The Restaurant Read online

Page 20


  ‘I’m very sorry to hear it,’ he says. ‘You might call it good news, but we certainly don’t see it like that. We’re worried for you, Emily, both of us.’

  ‘There’s no need to worry, honestly.’

  But he will, and so will her mother, and so will everyone who recalls what happened, and there is nothing she can do about that.

  ‘I have to go,’ she says. ‘I’m making bread.’

  And tomorrow is Saturday, and she’ll see him again – and now that everyone knows, they can meet wherever they want. No more secrecy, no more avoiding people who remember what happened. It’ll take a while, there will be awkward encounters, but in time people will forgive him, like she’s forgiven him.

  She kneads dough, and counts the hours till three o’clock tomorrow.

  Bill

  ‘BILL, THERE YOU ARE,’ MRS PHELAN SAYS, materialising as he’s taking off his jacket, before he’s had time to pull on his overalls. ‘We’ve had an offer of paint from that new place on the Dublin road – I sent them a letter last week.’

  He’ll bet she did. She’s coaxed free stuff from the most reluctant businesses in the town – and newcomers, eager to create a good first impression among the community, are particularly susceptible to her brand of pleading. ‘That’s good news. How much are they letting us have?’
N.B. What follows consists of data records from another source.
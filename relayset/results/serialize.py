"""The one JSON convention of the results model: units in keys, complex as [re, im].

Complex values are ``[re, im]``; polar values ``{magnitude, angle_deg}``; matrices
``{re: rows, im: rows}``; per-length values per km. Every ``to_dict`` of the results model
uses these helpers and nothing else, so the same quantity is written the same way everywhere.
"""

from __future__ import annotations

import cmath
import math

import numpy as np

PER_KM = 1e3


def cplx(z: complex, scale: float = 1.0) -> list[float]:
    """A complex number as [re, im] (JSON has no complex type)."""
    z = complex(z) * scale
    return [float(z.real), float(z.imag)]


def polar(z: complex) -> dict[str, float]:
    """A complex number as {magnitude, angle_deg}."""
    return {"magnitude": float(abs(z)), "angle_deg": float(math.degrees(cmath.phase(z)))}


def matrix(m: np.ndarray, scale: float = 1.0) -> dict[str, list[list[float]]]:
    """A complex matrix as {"re": rows, "im": rows}."""
    m = np.asarray(m, dtype=complex) * scale
    return {"re": m.real.tolist(), "im": m.imag.tolist()}
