def constructions(study: Any, names: tuple[str, ...]
                  ) -> tuple[tuple[tuple[str, ...], ...], tuple[CableSection, ...], list[str]]:
    """The cables named by the sections (``names``, in order of first use): per cable its
    position names (``"circuit/position"``, like a tower's), the resolved cable, and the
    assumptions to state."""
    n_c = len(study.circuits)
    resolved = tuple(resolve(n, study.cables[n], n_c) for n in names)
    positions = tuple(tuple(f"{c.name}/{p}" for c in study.circuits for p in cs.position_names)
                      for cs in resolved)
    notes = [n for cs in resolved for n in cs.notes]
    if resolved:
        upper = " (the upper layer's)" if study.system.earth_model == "two_layer" else ""
        notes.append(
            "Cable sections: series impedance of buried single-core cables by Ametani's "
            "formulation (internal impedances of the core and the tubular sheath by "
            "Schelkunoff's formulas, earth return by Pollaczek's integral evaluated "
            f"numerically over homogeneous earth of the study's resistivity{upper}); shunt "
            "admittance of the insulation with the sheaths at earth potential; the core a "
            "solid round conductor (skin effect of a solid core, no proximity effect); the "
            "core's and the sheath's resistivities at their temperatures (a warm sheath's "
            "higher resistance raises R0 of sheath-return bondings).")
    from relayset.physics.cable import RETURN_PATHS

    for cs in resolved:
        notes.append(f"Cable {cs.name}: sheaths {cs.bonding.replace('_', ' ')}; "
                     f"zero-sequence return through {RETURN_PATHS[cs.return_paths_key]}.")
    return positions, resolved, notes
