- zone 1 must not operate for any fault at either remote terminal (on the line side of its
  current transformer) or along the lines beyond it (``[[adjacent_lines]]`` with their bus);
- zone 2, graded short of the next zone 1, must not operate for faults from that zone 1's
  reach on along those lines;
- zone 2 must operate for every bolted fault along the three legs;
- zone 1 coverage: the share of the bolted faults along the legs zone 1 trips (stated, not
  judged: the rest is cleared by zone 2 or a communication scheme).
"""

from __future__ import annotations

import itertools
import math
from collections.abc import Sequence
from dataclasses import dataclass

import numpy as np

from relayset.physics.network import FaultSweep, Source
from relayset.physics.sequence import balanced_phase_matrix
from relayset.physics.teed import (
    ENDS,
    TeedLine,
    TeedSweep,
    parallel_label,
    parallel_states,
    solve_teed_sweep,
)
from relayset.results.reach import fault_label, loop_label
from relayset.results.settings import Check, ZoneSetting
from relayset.studies.verification.relay_model import (
    GROUND,
    LOOPS,
    Z_SMALL,
    RelayModel,
    Run,
    view,
    zone_scale,
)

#: Fault locations along each leg, fraction from its bus to the tee [1].
LEG_LOCATIONS = np.linspace(0.0, 1.0, 21)


@dataclass(frozen=True)
class TeedVerdict:
    """The simulation's checks at one relay end and the numbers they judge."""

    checks: tuple[Check, ...]
    zone1_remote_scale: float  #: smallest zone 1 reach scale, remote-terminal faults [1]
    zone2_internal_scale: float  #: largest zone 2 reach scale, bolted faults on the legs [1]
    zone1_coverage_pct: float  #: share of bolted faults on the legs zone 1 trips [%]


def _as_run(sw: TeedSweep, end: str, case_names: tuple[str, ...], state: str = "none"
            ) -> Run:
    """The teed sweep as the relay at ``end`` sees it, in the two-ended run's shape (that
    end in the place of bus S), for :func:`.relay_model.view`; ``state`` the parallel
    circuit's (a double circuit), "none" on a single circuit."""
    zeros = np.zeros_like(sw.i[end]) if sw.i_parallel is None else sw.i_parallel[end]
    k = sw.emf_v.shape[1]
    fs = FaultSweep(
        fault_types=sw.fault_types, m=sw.m, r_fault_ohm=sw.r_fault_ohm,
        r_phase_ohm=sw.r_phase_ohm, source_scale=np.ones((k, 2)), emf_s_v=sw.emf_v[0],
        emf_r_v=sw.emf_v[1], parallel_state="in_service", v_s=sw.v[end], i_s=sw.i[end],
        i_s_parallel=zeros, v_r=None, i_r=None, i_r_parallel=None, v_f=sw.v_f,
        i_fault=sw.i_fault, i_f_from_s=None, i_f_from_r=None, v_s_pre=sw.v_pre[end],
        i_s_pre=sw.i_pre[end], i_s_parallel_pre=np.zeros_like(sw.i_pre[end]))
    return Run(fs, "protected", state, case_names, 0.0, (True, True))


#: The infeed states: the terminals disconnected (none; each one; each two, the relay's
#: own source then feeding alone).
STATES = ((), (0,), (1,), (2,), (0, 1), (0, 2), (1, 2))


def _states(lines, terminals, buses):
    """(earth label, line, open terminals, terminals, state label, parallel state, the
    parallel state as the relay model reads it) of every network: a double circuit's
    parallel circuit in each of its states."""
    for (earth, line), out in itertools.product(lines, STATES):
        if any(terminals[k] is None for k in out):
            continue  # already open: the same network as a smaller state
        terms = [None if k in out else t for k, t in enumerate(terminals)]
        if not any(isinstance(t, Source) for t in terms):
            continue
        label = ("all sources in" if not out else "no source at "
                 + " and ".join(buses[k] for k in out)) + f", {earth}"
        for ps in parallel_states(line):
            run_state = ps if line.n_conductors == 6 else "none"  # k0m: in service only
            yield (earth, line, out, terms, label + parallel_label(line, ps), ps,
                   run_state)
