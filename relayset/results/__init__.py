"""THE results model: every number the console, the JSON, the CSV and the report show.

Frozen dataclasses, SI inside; :mod:`relayset.results.serialize` is the one JSON convention.
The names below are imported on first use, so that importing one results module (as
``relayset params`` does) does not load the others.
"""

from __future__ import annotations

from typing import Any

_WHERE = {
    "K0": "parameters", "Arrangement": "parameters", "CircuitSequence": "parameters",
    "LineParameters": "parameters",
    "ArrangementReach": "reach", "EndReach": "reach", "LoopSummary": "reach",
    "ReachStudyResult": "reach", "WorstCase": "reach",
    "Check": "settings", "LoadCheck": "settings", "SettingsResult": "settings",
    "SettingWarning": "settings", "SourceEnd": "settings", "ZoneSetting": "settings",
    "CAUTION": "study", "StudyResults": "study",
}

__all__ = sorted(_WHERE)


def __getattr__(name: str) -> Any:
    if name in _WHERE:
        import importlib

        return getattr(importlib.import_module(f"relayset.results.{_WHERE[name]}"), name)
    raise AttributeError(f"module 'relayset.results' has no attribute {name!r}")
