"""Verification results: each zone as set, tested by fault simulation of the real line.

A check holds the cases it ran, the smallest margin it found and, when it fails, the case
that governs it. Margins are in percent of the zone's reach: how much longer (must not
operate) or shorter (must operate) the zone could be before the governing case changes side.
"""

from __future__ import annotations

from dataclasses import dataclass
from typing import Any

from relayset.results.serialize import cplx

VERDICTS = ("verified", "verified with accepted deviations", "failed checks", "not verified")


@dataclass(frozen=True)
class AcceptedDeviation:
    """A failed check the study accepts (``[[deviations]]``): who, when and why."""

    check: str  #: "zone.check_id", e.g. "zone2.covers_whole_line"
    end: str  #: the relay end
    reason: str
    accepted_by: str
    date: str  #: ISO date

    def to_dict(self) -> dict[str, Any]:
        return {"check": self.check, "end": self.end, "reason": self.reason,
                "accepted_by": self.accepted_by, "date": self.date}


@dataclass(frozen=True)
class VerificationCase:
    """One simulated fault case, as the engineer needs it to reproduce the result."""

    fault_type: str  #: in the study's phase labels, e.g. "A-B-G"
    faulted: str  #: "protected line", "parallel circuit", "behind the relay", "adjacent line"
    location_pct: float  #: along the faulted circuit from the relay end [% of the line]
    r_fault_ohm: float  #: resistance to ground [ohm]
    r_phase_ohm: float  #: resistance between phases [ohm]
    source_case: str
    transfer_angle_deg: float  #: prefault load case (S EMF leads R EMF) [deg]
    parallel_state: str  #: "in_service", "earthed", "isolated" or "none" (single circuit)
    earth_resistivity_ohm_m: float
    loop: str  #: the measuring loop that governs, in the study's phase labels
    z_apparent_primary_ohm: complex  #: what that loop measures [ohm]
    mutual_compensation: bool
    #: series capacitor state ("in_service", "varistor", "bypassed"); None without banks
    capacitor_state: str | None = None

    def to_dict(self) -> dict[str, Any]:
        return {
            "fault_type": self.fault_type,
            "faulted": self.faulted,
            "location_pct": self.location_pct,
            "r_fault_ohm": self.r_fault_ohm,
            "r_phase_ohm": self.r_phase_ohm,
            "source_case": self.source_case,
            "transfer_angle_deg": self.transfer_angle_deg,
            "parallel_state": self.parallel_state,
            "earth_resistivity_ohm_m": self.earth_resistivity_ohm_m,
            "loop": self.loop,
            "z_apparent_primary_ohm": cplx(self.z_apparent_primary_ohm),
            "mutual_compensation": self.mutual_compensation,
        } | ({} if self.capacitor_state is None
             else {"capacitor_state": self.capacitor_state})


@dataclass(frozen=True)
class ZoneVerification:
    """One requirement on one zone at one end, and what the simulation found."""

    zone: str  #: "zone1", "zone2", "zone3", "reverse"
    check_id: str
    requirement: str  #: what must hold, in words
    cases_run: int
    cases_failed: int
    margin_pct: float | None  #: smallest margin found [% of reach]; None: no case can flip
    required_margin_pct: float | None  #: margin to reach [%]; None: reported, not judged
    passed: bool
    governing_case: VerificationCase | None
    consider: str = ""  #: what to do when it fails
    #: cases left out because no loop reached the relay's release currents (sensitivity)
    cases_below_min_current: int = 0
    #: the study's acceptance of this check's failure, if any
    deviation: AcceptedDeviation | None = None

    @property
    def check(self) -> str:
        """The check's name as deviations and the JSON name it: "zone.check_id"."""
        return f"{self.zone}.{self.check_id}"

    def to_dict(self) -> dict[str, Any]:
        return {
            "zone": self.zone,
            "check_id": self.check_id,
            "requirement": self.requirement,
            "cases_run": self.cases_run,
            "cases_failed": self.cases_failed,
            "margin_pct": self.margin_pct,
            "required_margin_pct": self.required_margin_pct,
            "result": ("reported" if self.required_margin_pct is None
                       else "pass" if self.passed else "FAIL"),
            "governing_case": None if self.governing_case is None
            else self.governing_case.to_dict(),
            "consider": self.consider,
            "cases_below_min_current": self.cases_below_min_current,
            "accepted_deviation": None if self.deviation is None else self.deviation.to_dict(),
        }


@dataclass(frozen=True)
class InfeedRange:
    """Infeed factor K at the remote bus over the simulated cases (phase loops, bolted)."""

    k_min: complex
    k_max: complex
    case_min: str
    case_max: str

    def to_dict(self) -> dict[str, Any]:
        return {"k_min": cplx(self.k_min), "k_min_magnitude": abs(self.k_min),
                "k_max": cplx(self.k_max), "k_max_magnitude": abs(self.k_max),
                "case_min": self.case_min, "case_max": self.case_max}


@dataclass(frozen=True)
class EndVerification:
    """Every check of the zones of the relay at one end."""

    end: str
    checks: tuple[ZoneVerification, ...]
    infeed: InfeedRange | None
    zone1_limit_pct: float | None  #: longest zone 1 the external cases allow [% of line]

    @property
    def passed(self) -> bool:
        return all(c.passed for c in self.checks)

    def check(self, zone: str, check_id: str) -> ZoneVerification:
        for c in self.checks:
            if c.zone == zone and c.check_id == check_id:
                return c
        raise KeyError((zone, check_id))

    def to_dict(self) -> dict[str, Any]:
        return {
            "end": self.end,
            "result": "pass" if self.passed else "FAIL",
            "zone1_limit_pct": self.zone1_limit_pct,
            "infeed": None if self.infeed is None else self.infeed.to_dict(),
            "checks": [c.to_dict() for c in self.checks],
        }


@dataclass(frozen=True)
class VerificationResult:
    """The verdict on the settings of a study and the evidence behind it."""

    verdict: str  #: one of :data:`VERDICTS`
    reason: str  #: why, in one sentence
    tolerance_pct: float  #: margin every check must reach [% of reach]
    ends: tuple[EndVerification, ...]
    parallel_states: tuple[str, ...]
    source_cases: tuple[str, ...]
    earth_resistivities_ohm_m: tuple[float, ...]
    cases_solved: int
    notes: tuple[str, ...] = ()
    envelope: dict[str, Any] | None = None  #: what was swept (load, resistances, rho)
    relay_model: dict[str, Any] | None = None  #: per end, the relay the proof assumes
    deviations: tuple[AcceptedDeviation, ...] = ()  #: failed checks the study accepts
    #: series capacitor states solved (empty without banks) and the banks' basis
    capacitor_states: tuple[str, ...] = ()
    series_capacitors: dict[str, Any] | None = None

    @property
    def failures(self) -> list[tuple[str, ZoneVerification]]:
        """Failed checks, accepted deviations included."""
        return [(e.end, c) for e in self.ends for c in e.checks if not c.passed]

    @property
    def unaccepted_failures(self) -> list[tuple[str, ZoneVerification]]:
        """Failed checks the study does not accept as deviations."""
        return [(e, c) for e, c in self.failures if c.deviation is None]

    def end(self, name: str) -> EndVerification:
        for e in self.ends:
            if e.end == name:
                return e
        raise KeyError(name)

    def to_frame(self):
        """The checks with their governing cases, a pandas DataFrame."""
        from relayset.frames import verification_checks_frame

        return verification_checks_frame(self)

    def to_dict(self) -> dict[str, Any]:
        return {
            "verdict": self.verdict,
            "reason": self.reason,
            "tolerance_pct": self.tolerance_pct,
            "parallel_states": list(self.parallel_states),
            "source_cases": list(self.source_cases),
            "earth_resistivities_ohm_m": list(self.earth_resistivities_ohm_m),
            "cases_solved": self.cases_solved,
            "ends": [e.to_dict() for e in self.ends],
            "notes": list(self.notes),
            "envelope": self.envelope,
            "relay_model": self.relay_model,
            "accepted_deviations": [d.to_dict() for d in self.deviations],
        } | ({} if not self.capacitor_states else {
            "capacitor_states": list(self.capacitor_states),
            "series_capacitors": self.series_capacitors})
  ‘Enough to give the outside a facelift. I told them you’ll be around this morning to pick it up.’

  ‘Very good.’

  ‘And I thought you might as well make a start on it today, as long as the weather’s staying fine. I’ve got a young lad to help you, a neighbour of mine. He’ll be here in an hour or so, after his paper round.’

  ‘Right.’

  He wonders how helpful a young lad who might never have lifted a paintbrush in his life will be, but he keeps quiet. Don’t condemn till you try – a great phrase of his mother’s, and often employed at the dinner table when Bill, a picky eater in his youth, was exhibiting a reluctance to sample an unfamiliar vegetable.

  It’s a good day for outdoor work, dry and calm. No sun, but no sign of rain clouds either. His kind of weather, always has been. He never was a fan of jetting off to places where the sun was waiting to scald you, never saw the attraction in laying yourself out on a beach like a joint of beef waiting to be roasted.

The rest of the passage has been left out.